To do:
Each line of the data that includes "geom" must be copied.

[Collected data]
Start of Block

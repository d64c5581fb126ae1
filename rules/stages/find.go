package stages

import (
	"errors"
	"fmt"
	"maps"
	"math"
	"slices"
	"sort"
	"strings"

	"pare/graph"
	"pare/graph/ac"
	"pare/graph/dc"
	"pare/graph/figure"
)

// Stage is one recognised stage.
type Stage struct {
	Name     string      `json:"name"`     // in signal order: "S1", "S2", …; sub-stages "S2.1", "S2.2"
	Topology string      `json:"topology"` // pattern id, e.g. "hartley-common-tap"
	Title    string      `json:"title"`    // e.g. "Hartley oscillator, cathode tap (valve)"
	Family   string      `json:"family"`   // "valve" | "bjt" | "fet" | "passive"
	Parts    []string    `json:"parts"`
	Figures  figure.List `json:"figures"` // in the order a person reads them; JSON: key → SI number, "f_min_hz", "gain", "tau_s", …
	Flags    []string    `json:"flags"`
	Contains []string    `json:"contains,omitempty"` // names of sub-stages
	// Supply marks a power-supply stage found on the full circuit: it comes
	// after every signal stage and is on no reduced sheet.
	Supply bool `json:"supply,omitempty"`
	// Notes state the assumptions behind figures ("capacitance linear in
	// rotation"), so a note that quotes a figure can quote its basis too.
	Notes []string `json:"notes,omitempty"`
	// Loop is the loop gain of an oscillator's or mixer's device across the
	// dial (loop.go), solved on the original circuit with every load.
	Loop []Loop `json:"loop,omitempty"`
	// Draw is where the stage's parts stand when drawn, relative to its
	// anchor (the first entry, at column 0, row 0), from its pattern's
	// [draw] template by circuit ref; empty without a template. Drawing
	// data, not a fact about the circuit: it is not in the JSON.
	Draw []Place `json:"-"`

	group    string
	nets     map[string]string // pattern net → circuit net
	figRanks []figRank         // beside Figures: each one's place in the one order (figorder.go)
	// unconfirmed says why a stage named by its shape is not borne out in
	// circuit (confirmTank); such a stage is dropped.
	unconfirmed string
}

// Options steer Find.
type Options struct {
	PatternDir string         // more patterns, added to (and overriding by id) the built-in library
	Full       *graph.Circuit // the original circuit, for the power-supply patterns; nil skips them
	Limit      int            // search steps across all patterns; 0 = DefaultLimit
	// ACGround names nets a reduction found to be at AC ground
	// (rules.Log.ACGround); nets whose role says so are folded anyway.
	ACGround []string
	// Library replaces the built-in library when set (tests, callers that
	// load patterns once).
	Library *Library
	// DC is the operating point of Full (graph/dc), for the figures taken
	// at the bias: an output valve's dissipation and power. nil leaves
	// them out.
	DC *dc.Point
}
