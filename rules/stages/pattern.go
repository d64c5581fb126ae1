package stages

import (
	"embed"
	"errors"
	"fmt"
	"io/fs"
	"os"
	"path/filepath"
	"sort"
	"strings"
	"sync"

	"github.com/BurntSushi/toml"

	"pare/graph"
	"pare/graph/value"
)

//go:embed patterns/*.toml
var builtin embed.FS

// Pattern is one stage topology, loaded from a pattern file.
type Pattern struct {
	ID       string
	Title    string            // may hold {control}, {common}, {output}, {family}
	Titles   map[string]string // per family, where the trade names the stage differently
	Group    string            // oscillator, amplifier, mixer, tuned, detector, coupling, power
	Circuit  string            // "reduced" (default) or "full": power patterns look at the whole set
	Rank     int               // specificity among matches of equal size; higher wins
	Inner    bool              // may be recorded as a sub-stage of a larger stage
	Families []string
	// Context names a condition on the circuit as a whole: "fm" means the
	// stage only exists where FM is received (see fmReceived).
	Context string
	Nets    []PNet
	Parts   []PPart
	Figures []FigureSpec
	Guards  []Guard
	Pos     graph.Pos // where the pattern's id was written

	variants []*variant
}

// PNet is a pattern net: a variable bound to one net of the circuit.
type PNet struct {
	Name string
	// At says what the bound net must be: "signal" (default, not AC ground),
	// "ground" (AC ground), "any", and in full-circuit patterns "rail"
	// (a supply, bias or heater net, not chassis).
	At string
	// Outside constrains the bound net's other connections: "" no constraint,
	// "none" (only the pattern's parts touch it), "some" (something else
	// does), "signal" (the net is fed from elsewhere: a part outside the
	// match reaches another non-ground net, or a port, or the net is a
	// declared input or output), "source" (a part outside the match that is
	// not a resistor or capacitor touches it: a diode, winding, device or
	// port feeds it, not another RC section).
	Outside string
	Pos     graph.Pos
}

// PPart is a pattern part.
type PPart struct {
	Name   string
	Device string   // see deviceKinds
	Types  []string // allowed Part.Type values; empty = any
	// Optional: "" the part must be there; "open" it may be missing; "short"
	// it may be missing, and then its two nets are one net (a coupling
	// capacitor that a reduction has already shorted, say).
	Optional string
	Pins     []PPin     // terminal key (a role, a pin name, or "" for a two-terminal list) → pattern net
	Windings [][]string // transformer: per winding its end nets, or end, tap, end
	Min, Max float64    // bounds on the main value, SI units; 0 = none
	// Shared parts take part in the match but are not claimed by the stage:
	// an IF transformer is the load of one stage and the source of the next.
	Shared bool
	Pos    graph.Pos
}
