// TestCrossOrGoRound: with net a wired first, net b crosses a's wire where
// going round the wire's two parts would cost more than a crossing, and
// goes round where it costs less (derived from the cost table in grid.go:
// a crossing costs crossCost, 30 steps; round the short wire is 10 steps
// and 4 bends of bendCost, 22).
func TestCrossOrGoRound(t *testing.T) {
	for _, tc := range []struct {
		name          string
		aLeft, aRight float64
		crossings     int
		bends         int
	}{
		{"long wire", -8, 32, 1, 0},
		{"short wire", 10, 14, 0, 4},
	} {
		ly := handSheet(
			box{"A1", geom.R(tc.aLeft-2, -1, tc.aLeft, 1), []geom.Pin{pinAt("a", tc.aLeft, 0, geom.Right)}},
			box{"A2", geom.R(tc.aRight, -1, tc.aRight+2, 1), []geom.Pin{pinAt("a", tc.aRight, 0, geom.Left)}},
			box{"B1", geom.R(11, -12, 13, -10), []geom.Pin{pinAt("b", 12, -10, geom.Down)}},
			box{"B2", geom.R(11, 10, 13, 12), []geom.Pin{pinAt("b", 12, 10, geom.Up)}},
		)
		rt := newRouter(ly, &scratch{})
		if !rt.routeNet(0) || !rt.routeNet(1) { // nets in name order: a, b
			t.Fatalf("%s: a net could not be wired", tc.name)
		}
		g := &geom.Sheet{}
		rt.emit(g)
		r := check.Measure(g)
		_, bends := wireStats(g, "b")
		if r.Crossings != tc.crossings || bends != tc.bends {
			t.Errorf("%s: b has %d bends and %d crossings, want %d and %d", tc.name, bends, r.Crossings, tc.bends, tc.crossings)
		}
	}
}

End of Block

Solution below:
			box{"A1", geom.R(tc.aLeft-2, -1, tc.aLeft, 1), []geom.Pin{pinAt("a", tc.aLeft, 0, geom.Right)}},
			box{"A2", geom.R(tc.aRight, -1, tc.aRight+2, 1), []geom.Pin{pinAt("a", tc.aRight, 0, geom.Left)}},
			box{"B1", geom.R(11, -12, 13, -10), []geom.Pin{pinAt("b", 12, -10, geom.Down)}},
			box{"B2", geom.R(11, 10, 13, 12), []geom.Pin{pinAt("b", 12, 10, geom.Up)}},
		g := &geom.Sheet{}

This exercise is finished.